個人情報保護法:過半数が不便感じる 内閣府世論調査
個人情報 「漏洩の不安ある」7割 「保護法で不便」も半数

この一連の記事を読んで違和感を感じている。それは上段の記事中の以下の一文があった。

個人情報保護法を知っている人の過半数が緊急連絡網など名簿の作成が中止され、日常生活が不便になったと感じている

これについては記事中でも触れているが、個人情報保護法を正しく解釈すると、保護者の同意があれば連絡網を作ることができる。こういったことを教育委員会・学校は正しく理解しているのだろうか? 過保護である。

それ以前に、この記事を書いた記者は「個人情報の保護に関する法律」では、「個人情報取扱事業者」を「個人情報データベース等を事業の用に供している者(国、地方公共団体等のほか、取り扱う個人情報が少ない等の一定の者を除く)」と定義していることを知っているのだろうか?

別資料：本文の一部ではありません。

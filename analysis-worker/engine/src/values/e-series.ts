/**
 * The IEC 60063 preferred-number series. E3..E24 are historical two-digit values that do not
 * follow round(10·10^(i/n)) (IEC 60063:2015, from memory), so they are written out; E48, E96 and
 * E192 are three-digit values computed as round(100·10^(i/n)), with the one published
 * exception that E192 lists 920 where the formula gives 919.
 */

/** Series names, smallest first. */
export const E_SERIES_NAMES = ["E3", "E6", "E12", "E24", "E48", "E96", "E192"] as const;
/** One of the IEC 60063 series names. */
export type ESeriesName = (typeof E_SERIES_NAMES)[number];

/** The series `eSeriesOf` reports, smallest first (E3 is a subset of E6 and reported as E6). */
export const REPORTED_E_SERIES: readonly ESeriesName[] = ["E6", "E12", "E24", "E48", "E96", "E192"];

/** Relative tolerance when comparing a value's mantissa with a series value. */
export const SERIES_MATCH_RELATIVE_TOLERANCE = 1e-9;

const E24_MANTISSAS = [
  1.0, 1.1, 1.2, 1.3, 1.5, 1.6, 1.8, 2.0, 2.2, 2.4, 2.7, 3.0, 3.3, 3.6, 3.9, 4.3, 4.7, 5.1, 5.6,
  6.2, 6.8, 7.5, 8.2, 9.1,
];

/** Every `step`-th entry of a list, starting with the first. */
function everyNth(values: readonly number[], step: number): number[] {
  return values.filter((_, i) => i % step === 0);
}

/** round(100·10^(i/n)) for i = 0..n-1, in the decade 1..10 (three significant digits). */
function computedThreeDigitSeries(n: number): number[] {
  const values: number[] = [];
  for (let i = 0; i < n; i++) {
    let hundredths = Math.round(100 * 10 ** (i / n));
    // IEC 60063 publishes 920 in E192 where the formula gives 919 (IEC 60063:2015, from memory).
    if (n === 192 && hundredths === 919) hundredths = 920;
    values.push(hundredths / 100);
  }
  return values;
}

/** Each series' values in the decade [1, 10). */
export const E_SERIES: Readonly<Record<ESeriesName, readonly number[]>> = {
  E3: everyNth(E24_MANTISSAS, 8),
  E6: everyNth(E24_MANTISSAS, 4),
  E12: everyNth(E24_MANTISSAS, 2),
  E24: E24_MANTISSAS,
  E48: computedThreeDigitSeries(48),
  E96: computedThreeDigitSeries(96),
  E192: computedThreeDigitSeries(192),
};

/** Kinds whose values are conventionally chosen from the E-series (common practice). */
export const E_SERIES_KINDS: readonly string[] = ["resistor", "capacitor", "inductor", "zener"];

/** The value's decade exponent and mantissa in [1, 10), or null for zero, negatives, non-finite. */
function mantissaOf(value: number): { mantissa: number; decade: number } | null {
  if (!Number.isFinite(value) || value <= 0) return null;
  let decade = Math.floor(Math.log10(value));
  let mantissa = value / 10 ** decade;
  // log10 can land one decade off near powers of ten (0.001 → 9.999...e-4)
  if (mantissa >= 10 * (1 - SERIES_MATCH_RELATIVE_TOLERANCE)) {
    decade += 1;
    mantissa /= 10;
  } else if (mantissa < 1 * (1 - SERIES_MATCH_RELATIVE_TOLERANCE)) {
    decade -= 1;
    mantissa *= 10;
  }
  return { mantissa, decade };
}

function close(a: number, b: number): boolean {
  return Math.abs(a - b) <= SERIES_MATCH_RELATIVE_TOLERANCE * Math.max(Math.abs(a), Math.abs(b));
}

/** True when the value (any decade) is a member of the series. */
export function isInSeries(value: number, series: ESeriesName): boolean {
  const m = mantissaOf(value);
  if (m === null) return false;
  return E_SERIES[series].some((v) => close(v, m.mantissa) || close(v * 10, m.mantissa));
}

/**
 * The smallest IEC 60063 series (E6..E192) that holds the value, or null. With a kind whose
 * values are not chosen from the E-series (a fuse, a diode), the answer is null.
 */
export function eSeriesOf(value: number, kind?: string): ESeriesName | null {
  if (kind !== undefined && !E_SERIES_KINDS.includes(kind)) return null;
  for (const name of REPORTED_E_SERIES) if (isInSeries(value, name)) return name;
  return null;
}

/**
 * The series value nearest to `value` on a logarithmic scale (the scale the series are spaced
 * on), in the same decade or the neighbouring one (9.3 → 10 in E12). Null for values ≤ 0.
 */
export function nearestInSeries(value: number, series: ESeriesName): number | null {
  const m = mantissaOf(value);
  if (m === null) return null;
  const candidates = [...E_SERIES[series].map((v) => v), 10];
  let best = candidates[0]!;
  for (const c of candidates) {
    if (Math.abs(Math.log(c / m.mantissa)) < Math.abs(Math.log(best / m.mantissa))) best = c;
  }
  // Rebuild through a decimal string so that 4.7 in decade -9 is exactly 4.7e-9.
  return Number(`${best}e${m.decade}`);
}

この定義からすると公立学校の場合は「個人情報保護法」ではなく、「行政機関の保有する個人情報の保護に関する法律」と地方公共団体が制定している「個人情報保護条例」に沿って行動するべきはずだ。

新聞社もこの辺りを正確に記事にして欲しい。

個人情報保護と子供の安全をどう両立させるのかということをきちんと現場で議論した上で、このような「個人情報過保護」を選択したのかということまで取材した記事を見たことがない。

単に内閣府世論調査の結果を記事にするのではなく、更に踏み込んだり、誤解を解くなどの努力の跡が見える記事にしてもらいたいものだ。

この記事も教材にできると思うので、保存しておこう。